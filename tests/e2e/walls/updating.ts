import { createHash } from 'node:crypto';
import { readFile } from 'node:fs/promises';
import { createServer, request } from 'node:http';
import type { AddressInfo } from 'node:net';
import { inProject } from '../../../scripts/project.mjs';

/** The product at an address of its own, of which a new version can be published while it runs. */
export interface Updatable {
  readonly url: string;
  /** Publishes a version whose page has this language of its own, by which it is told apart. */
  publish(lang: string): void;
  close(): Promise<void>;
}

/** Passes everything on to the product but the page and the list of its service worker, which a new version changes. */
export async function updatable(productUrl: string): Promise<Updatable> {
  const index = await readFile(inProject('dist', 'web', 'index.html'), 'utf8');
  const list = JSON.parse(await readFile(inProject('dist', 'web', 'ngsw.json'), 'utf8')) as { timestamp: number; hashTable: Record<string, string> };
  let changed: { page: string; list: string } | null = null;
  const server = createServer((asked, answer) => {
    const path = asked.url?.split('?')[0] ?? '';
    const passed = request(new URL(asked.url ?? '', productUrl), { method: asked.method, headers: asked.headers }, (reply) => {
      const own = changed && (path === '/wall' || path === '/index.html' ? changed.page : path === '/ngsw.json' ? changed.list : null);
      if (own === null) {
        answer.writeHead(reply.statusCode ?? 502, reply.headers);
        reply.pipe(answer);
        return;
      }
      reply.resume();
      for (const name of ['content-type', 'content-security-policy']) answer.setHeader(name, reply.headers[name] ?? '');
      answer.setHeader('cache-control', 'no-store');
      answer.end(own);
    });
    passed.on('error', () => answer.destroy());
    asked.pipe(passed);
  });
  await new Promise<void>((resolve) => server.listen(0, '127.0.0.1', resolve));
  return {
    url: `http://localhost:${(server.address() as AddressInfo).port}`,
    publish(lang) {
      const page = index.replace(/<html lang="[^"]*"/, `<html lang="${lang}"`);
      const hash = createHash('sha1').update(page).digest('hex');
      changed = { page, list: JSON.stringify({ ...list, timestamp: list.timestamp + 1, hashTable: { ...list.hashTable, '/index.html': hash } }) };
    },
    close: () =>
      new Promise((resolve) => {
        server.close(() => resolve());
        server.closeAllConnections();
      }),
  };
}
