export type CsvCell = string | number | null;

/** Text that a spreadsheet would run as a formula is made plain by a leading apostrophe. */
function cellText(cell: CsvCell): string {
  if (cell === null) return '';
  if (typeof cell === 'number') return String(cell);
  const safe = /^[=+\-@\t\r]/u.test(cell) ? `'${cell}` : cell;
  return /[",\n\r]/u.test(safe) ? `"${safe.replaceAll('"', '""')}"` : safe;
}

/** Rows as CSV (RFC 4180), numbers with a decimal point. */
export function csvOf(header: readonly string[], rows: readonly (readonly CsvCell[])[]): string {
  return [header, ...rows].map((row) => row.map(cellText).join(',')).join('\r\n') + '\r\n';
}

**********

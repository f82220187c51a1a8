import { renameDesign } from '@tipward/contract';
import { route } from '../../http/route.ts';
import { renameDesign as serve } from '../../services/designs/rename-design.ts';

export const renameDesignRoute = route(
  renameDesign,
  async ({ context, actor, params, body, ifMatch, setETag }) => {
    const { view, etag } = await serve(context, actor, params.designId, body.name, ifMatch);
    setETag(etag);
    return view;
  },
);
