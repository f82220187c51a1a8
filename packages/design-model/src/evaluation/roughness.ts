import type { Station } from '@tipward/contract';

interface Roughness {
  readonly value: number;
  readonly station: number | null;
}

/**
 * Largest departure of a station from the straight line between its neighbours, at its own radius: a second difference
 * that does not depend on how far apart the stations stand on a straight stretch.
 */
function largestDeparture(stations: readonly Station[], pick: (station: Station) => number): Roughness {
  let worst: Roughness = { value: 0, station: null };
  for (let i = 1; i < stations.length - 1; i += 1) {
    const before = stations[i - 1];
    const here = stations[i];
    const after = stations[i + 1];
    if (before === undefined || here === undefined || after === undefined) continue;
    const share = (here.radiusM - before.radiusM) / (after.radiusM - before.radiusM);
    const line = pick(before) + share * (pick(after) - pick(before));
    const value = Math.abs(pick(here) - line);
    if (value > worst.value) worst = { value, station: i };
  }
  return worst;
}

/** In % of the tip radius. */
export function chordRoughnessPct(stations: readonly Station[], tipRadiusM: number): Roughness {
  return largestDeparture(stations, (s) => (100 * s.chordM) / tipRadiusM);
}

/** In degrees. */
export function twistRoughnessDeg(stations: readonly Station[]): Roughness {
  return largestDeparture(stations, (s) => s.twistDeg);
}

**********

**Description of the task:**
In the entries above, please find the line with "filename tests/e2e/walls/updating.ts" and the line with "const server = createServer((asked, answer)", then write out exactly those two lines and every line between them, and nothing more.

**Exercise answer:**
filename tests/e2e/walls/updating.ts
import { createHash } from 'node:crypto';
import { readFile } from 'node:fs/promises';
import { createServer, request } from 'node:http';
import type { AddressInfo } from 'node:net';
import { inProject } from '../../../scripts/project.mjs';

/** The product at an address of its own, of which a new version can be published while it runs. */
export interface Updatable {
  readonly url: string;
  /** Publishes a version whose page has this language of its own, by which it is told apart. */
  publish(lang: string): void;
  close(): Promise<void>;
}

/** Passes everything on to the product but the page and the list of its service worker, which a new version changes. */
export async function updatable(productUrl: string): Promise<Updatable> {
  const index = await readFile(inProject('dist', 'web', 'index.html'), 'utf8');
  const list = JSON.parse(await readFile(inProject('dist', 'web', 'ngsw.json'), 'utf8')) as { timestamp: number; hashTable: Record<string, string> };
  let changed: { page: string; list: string } | null = null;
  const server = createServer((asked, answer) => {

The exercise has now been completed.